Telecommunications Analog-to-Digital Conversion James K. Marsh March 11, 2010
Analog Signals An analog signal is a smoothly and continuously varying voltage or current. Sine waves are single frequency analog signals. Voice and video voltages are analog signals that vary in accordance with the sound or light variations that are analogous to the information being transmitted.
Analog Signals An analog signal contains two parts, an envelope and two frequencies. One of these frequencies are low and referred to as a message frequency. These two frequencies combined create the signal that an antennae must decode before sending the signal to the device you are using, such as a television or radio.
Broadcast Frequencies Television broadcast can be ultra high frequency (UHF) or very high frequency (VHF)analog signals. Ultra high frequency is for television broadcast of the UHF television channels fourteen through sixty seven. Very high frequency is in the thirty to three hundred megahertz range. It is used to broadcast television channels two through thirteen, as well as frequency modulated (FM) radio broad cast.
Advantages and disadvantages of Analog Signals The disadvantages outweigh the advantages of the analog signal. Analog signals are very easily distorted causing attenuation or signal loss. The one major advantage of analog transmission is it uses less bandwidth than a digital signal.
Digital Signals Digital signals, in contrast to analog signals, do not vary continuously, but change in steps or discrete increments. The digital code uses ones(on) or zeroes(off) to create a code and transmit data, much like a computer. The telegraph used Morse code, with its short and long signals (dots and dashes) to designate letters and numbers.
Binary Code Data used in computer is also digital. The most commonly used digital code in communications is the American Standard Code for Information Interchange.
Nyquist Theory Unlike analog signals digital signals can be interpreted by only having a small part of the signal. The Nyquist Theory states that a digital signal can be reproduced by taking samples at twice the analog sample frequency.

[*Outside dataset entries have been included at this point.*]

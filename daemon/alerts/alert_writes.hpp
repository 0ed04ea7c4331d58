// AlertWrites: the alert engine's queue of store writes on their way to the
// store writer.
//
// Every change the engine stores (an alerts/alert_events row, the progress
// toward a clear, an acknowledgement) becomes one AlertWrite, handed to
// submit() in the order of the changes. AlertWrites promises that a write
// never overtakes one submitted before it, and never waits for the database:
// a write goes to the store writer's queue at once, or, when that queue has
// no room, is kept in order and submitted again by the next call of submit()
// or flush() (the engine calls flush() on every fact, at least once a second).
//
// At its bound (max_kept writes kept) the newest write is dropped: it is
// counted (dropped), logged at most every 10 s, and its `done` gets
// Status::unavailable. A writer that has failed takes nothing more: a write
// is then not kept but counted as an error, and its `done` gets
// Status::unavailable at once. On destruction the kept writes are submitted
// once more; what the writer cannot take is logged as not stored and its
// `done` gets Status::unavailable.
//
// A write's `done` runs on the store writer's thread once the write is
// durable (or refused by the database), or on the caller's thread when it
// is dropped or refused as above.
//
// Thread safety: every public member may be called from any thread; the
// store writer's completions may arrive after the AlertWrites is gone.
#pragma once

#include <cstdint>
#include <deque>
#include <functional>
#include <map>
#include <memory>
#include <mutex>
#include <optional>
#include <string>
#include <vector>

#include "daemon/alerts/alert_engine.hpp"
#include "schema/status.hpp"

namespace lphi::store {
class Database;
class StoreWriter;
}  // namespace lphi::store

namespace lphi::alerts {

// One store write: a task for the writer thread, and what to do when it is
// durable (or refused).
struct AlertWrite {
  std::int64_t alert_id = 0;
  std::string what;  // for the log: "raised", "progress toward the clear", ...
  std::function<Status(store::Database&)> task;
  std::function<void(const Status&)> done;  // optional
  // Set when the write stores the alert's clear: the alert as cleared, which
  // clearing() shows until the write is durable (or not stored).
  std::optional<Alert> cleared;
};

class AlertWrites {
 public:
  struct Counters {
    std::uint64_t errors = 0;    // writes the database or a failed writer refused
    std::uint64_t deferred = 0;  // writes the writer's queue refused at first (kept, retried)
    std::uint64_t dropped = 0;   // writes dropped at max_kept
    std::size_t kept = 0;        // writes kept now
  };

  // `writer` must outlive the AlertWrites.
  AlertWrites(store::StoreWriter& writer, std::size_t max_kept);
  AlertWrites(const AlertWrites&) = delete;
  AlertWrites& operator=(const AlertWrites&) = delete;
  ~AlertWrites();

  // Submits `write` after every write kept before it (see above).
  void submit(AlertWrite write);
  // Submits the kept writes, oldest first, until the writer refuses one.
  void flush();

  // True when the store writer has failed and takes nothing more.
  bool writer_failed() const;

  // Cleared alerts whose clear is not durable yet, by id.
  std::map<std::int64_t, Alert> clearing() const;

  Counters counters() const;

  // Waits until every write submitted so far is durable (or refused by the
  // database), retrying kept ones every 10 ms, or timeout_s passed; true
  // when settled. For tests and tools: the engine never waits.
  bool wait_stored(double timeout_s);

 private:
  struct Tracker;
  bool try_submit(AlertWrite& write);  // under mutex_
  void flush_locked();                 // under mutex_

  store::StoreWriter& writer_;
  const std::size_t max_kept_;
  std::shared_ptr<Tracker> tracker_;  // shared with the writer's completions

  mutable std::mutex mutex_;
  std::deque<AlertWrite> kept_;  // refused by the writer's queue, in order
  std::uint64_t failed_writer_errors_ = 0, deferred_ = 0, dropped_ = 0;
  double last_drop_log_ = 0.0;
};

}  // namespace lphi::alerts
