// The [alerts] table of lphid's config: one sub-table per rule, plus the
// command hook.
//
// Every rule has `enabled`, a `severity` (info | warning | critical) and a
// `clear_after`: how many consecutive good observations (fits, sweeps,
// verdicts or health ticks, whichever the rule watches) clear a live alert.
// A rule that compares a value with a limit also has a `hysteresis`, a
// fraction of the limit: the value must be back inside by that margin to
// count as good (chi2_red below max * (1 - hysteresis), L_phi above
// min * (1 + hysteresis), ...), so that a value flapping around the limit
// raises one alert, not one per crossing.
//
// The defaults follow the live checks of analysis/live_checks.hpp where
// those have one (chi2_red 3, |Y/X| 0.1, e V / k_B T 1; common practice).
#pragma once

#include <cstddef>
#include <cstdint>
#include <string>
#include <string_view>
#include <vector>

#include <toml++/toml.h>

#include "daemon/alerts/severity.hpp"
#include "daemon/config/config.hpp"

namespace lphi::alerts {

// Rules on sweep fits, sweeps and verdicts have the sample as subject.
// "lphi-range": a fitted L_phi outside [min_m, max_m].
struct LphiRangeRule {
  bool enabled = true;
  Severity severity = Severity::warning;
  std::int64_t clear_after = 2;
  double min_m = 10e-9;
  double max_m = 100e-6;
  double hysteresis = 0.1;
};

// "fit-failed": the fit failed or did not converge.
struct FitFailedRule {
  bool enabled = true;
  Severity severity = Severity::warning;
  std::int64_t clear_after = 2;
};

// "fit-chi2": chi2_red above max_chi2_red.
struct FitChi2Rule {
  bool enabled = true;
  Severity severity = Severity::warning;
  std::int64_t clear_after = 2;
  double max_chi2_red = 3.0;
  double hysteresis = 0.2;
};

// "field-offset": the field axis of a fit is off by a sizeable fraction of
// B_phi: the larger of |field offset| (the field reading at which the sweep's
// cusp lies: a remanent field in the magnet, or a lag when the sweep is one
// leg) and |lag field| (half the difference of the up and down legs'
// offsets) over B_phi is above max_fraction. The sweep is centred before it
// is fitted, so L_phi is corrected; the alert says that the magnet or the
// sweep rate needs attention.
struct FieldOffsetRule {
  bool enabled = true;
  Severity severity = Severity::warning;
  std::int64_t clear_after = 2;
  double max_fraction = 0.2;
  double hysteresis = 0.2;
};

// "verdict-saturating": the verdict enters "saturating".
struct VerdictSaturatingRule {
  bool enabled = true;
  Severity severity = Severity::info;
  std::int64_t clear_after = 2;
};

// "verdict-saturated": the verdict enters "saturated".
struct VerdictSaturatedRule {
  bool enabled = true;
  Severity severity = Severity::warning;
  std::int64_t clear_after = 2;
};

// "electrons-not-cooling": the verdict says electrons_cooling = false.
struct ElectronsNotCoolingRule {
  bool enabled = true;
  Severity severity = Severity::critical;
  std::int64_t clear_after = 2;
};

// "temperature-unstable": a sweep straddled a temperature change.
struct TemperatureUnstableRule {
  bool enabled = true;
  Severity severity = Severity::info;
  std::int64_t clear_after = 2;
};

// "lockin-overload": a sweep with more than max_points overloaded points.
struct LockinOverloadRule {
  bool enabled = true;
  Severity severity = Severity::warning;
  std::int64_t clear_after = 2;
  std::int64_t max_points = 0;
};

// "quadrature": max |Y/X| over a sweep above max_ratio.
struct QuadratureRule {
  bool enabled = true;
  Severity severity = Severity::warning;
  std::int64_t clear_after = 2;
  double max_ratio = 0.1;
  double hysteresis = 0.2;
};

// "excitation-heating": e V / k_B T at the sweep's temperature above max_ratio.
struct ExcitationHeatingRule {
  bool enabled = true;
  Severity severity = Severity::warning;
  std::int64_t clear_after = 2;
  double max_ratio = 1.0;
  double hysteresis = 0.1;
};

// "source-silent": no reading arrived for silent_s (wall clock; subject: the source).
struct SourceSilentRule {
  bool enabled = true;
  Severity severity = Severity::critical;
  std::int64_t clear_after = 1;
  double silent_s = 120.0;
};

// "gap": new gaps recorded for a source (subject: the source).
struct GapRule {
  bool enabled = true;
  Severity severity = Severity::warning;
  std::int64_t clear_after = 1;
  double quiet_s = 600.0;  // clear_after counts health ticks at least quiet_s after the last new gap
};

// "disk-space": free bytes on the data directory's file system below min_free_bytes.
struct DiskSpaceRule {
  bool enabled = true;
  Severity severity = Severity::critical;
  std::int64_t clear_after = 1;
  double min_free_bytes = 2e9;
  double hysteresis = 0.1;
};

// "writer-lag": the store writer behind by more than max_lag_s.
struct WriterLagRule {
  bool enabled = true;
  Severity severity = Severity::warning;
  std::int64_t clear_after = 3;
  double max_lag_s = 10.0;
  double hysteresis = 0.5;
};

struct AlertConfig {
  LphiRangeRule lphi_range;
  FitFailedRule fit_failed;
  FitChi2Rule fit_chi2;
  FieldOffsetRule field_offset;
  VerdictSaturatingRule verdict_saturating;
  VerdictSaturatedRule verdict_saturated;
  ElectronsNotCoolingRule electrons_not_cooling;
  TemperatureUnstableRule temperature_unstable;
  LockinOverloadRule lockin_overload;
  QuadratureRule quadrature;
  ExcitationHeatingRule excitation_heating;
  SourceSilentRule source_silent;
  GapRule gap;
  DiskSpaceRule disk_space;
  WriterLagRule writer_lag;

  // The command hook: argv (no shell), run once per alert change with the
  // alert's JSON on stdin. Empty: no hook.
  std::vector<std::string> hook_command;
  double hook_timeout_s = 10.0;          // then SIGTERM, 2 s later SIGKILL
  std::int64_t hook_max_per_minute = 10; // more in any 60 s are dropped and counted
  std::int64_t hook_queue = 64;          // alert changes waiting for the hook; more are dropped
};

// The names of the rules, as in the config's sub-tables and in Alert::rule.
inline constexpr std::string_view rule_names[] = {
    "lphi-range",       "fit-failed",          "fit-chi2",
    "verdict-saturating", "verdict-saturated", "electrons-not-cooling",
    "temperature-unstable", "source-silent",   "lockin-overload",
    "quadrature",       "excitation-heating",  "gap",
    "disk-space",       "writer-lag",          "field-offset"};

// Fills `out` from the [alerts] table (nullptr: no table, the defaults).
// Unknown keys, wrong types and values out of range are appended to
// `errors`, each naming the dotted key ("alerts.fit-chi2.max_chi2_red") and
// its line. `out` is only meaningful when no error was appended.
void parse_alert_config(const toml::node* alerts_table, AlertConfig& out,
                        std::vector<config::ConfigError>& errors);

// The commented [alerts] table with every key at its default; it parses as
// printed (to append to the example config).
std::string_view example_alert_config();

}  // namespace lphi::alerts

Analog-to-Digital Conversion Most analog signals must be converted to digital signals before they can be interpreted by today’s technology. The device used to perform this translation is known as an analog-to-digital converter.
Analog to digital Conversion (cont.) Analog-to-digital conversion is the process of sampling the analog signal at regular time intervals. At each time interval a binary number is generated to represent the sample.
Television Conversion A very good example of analog-to-digital conversion is the recent event that took place in television broadcast. All US full-power analog TV broadcasts came to an end on June 12, 2009.
Television Conversion Advantages DTV has several advantages over analog TV, the most significant being that digital channels take up less bandwidth. This means that digital broadcasters can provide more digital channels in the same space. Disadvantages Even though digital has many great advantages over analog there are still draw backs to this conversion. Based on this survey and considering that 13–15% of TV viewers depend on over-the-air TV, Three percent of the overall TV viewer ship might be lost due to the DTV conversion. Potential negative impacts on TV stations include; reduced television advertising and pledge drive revenue.